* Problem
The required output is a word-for-word restatement of the material below, from the line with "if (object.length !== undefined)" through its last line, inclusive.

* Data provided

▽

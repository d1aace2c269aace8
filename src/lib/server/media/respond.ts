// The answer to a request for a photo rendition, shared by every route that serves one: the
// headers that keep an image an image (no scripts, no embedding elsewhere), 304 for a copy the
// browser already has, 404 when the object is missing from the bucket.
//
// Public photos may be kept by browsers for a year and by shared caches for an hour, so a tank
// made private stops being served by them soon. Anything else is kept only by the viewer's
// browser and only briefly, then asked for again (a 304 while access lasts), so someone who loses
// access — a tank made private, a judge who stepped back — stops seeing it.
import { error } from '@sveltejs/kit';
import type { RenditionHandle } from './index';

export type PhotoAudience = 'public' | 'private';

const CACHE: Record<PhotoAudience, string> = {
	public: 'public, max-age=31536000, s-maxage=3600, immutable',
	private: 'private, max-age=60, must-revalidate'
};

export async function renditionResponse(request: Request, rendition: RenditionHandle, audience: PhotoAudience): Promise<Response> {
	const headers: Record<string, string> = {
		'cache-control': CACHE[audience],
		etag: rendition.etag,
		// Who may see a private photo depends on the cookie; the bytes of a public one do not.
		...(audience === 'public' ? {} : { vary: 'Cookie' }),
		// Opened on its own, the browser's image viewer styles the page inline; no script may run.
		'content-security-policy': "default-src 'none'; img-src 'self'; style-src 'unsafe-inline'",
		'cross-origin-resource-policy': 'same-origin'
	};
	if (request.headers.get('if-none-match') === rendition.etag) return new Response(null, { status: 304, headers });
	const object = await rendition.open();
	if (!object) error(404, 'No such photo.');
	if (object.length !== undefined) headers['content-length'] = String(object.length);
	return new Response(object.body, { headers: { ...headers, 'content-type': 'image/webp' } });
}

△

* Solution to this exercise
	if (object.length !== undefined) headers['content-length'] = String(object.length);
	return new Response(object.body, { headers: { ...headers, 'content-type': 'image/webp' } });
}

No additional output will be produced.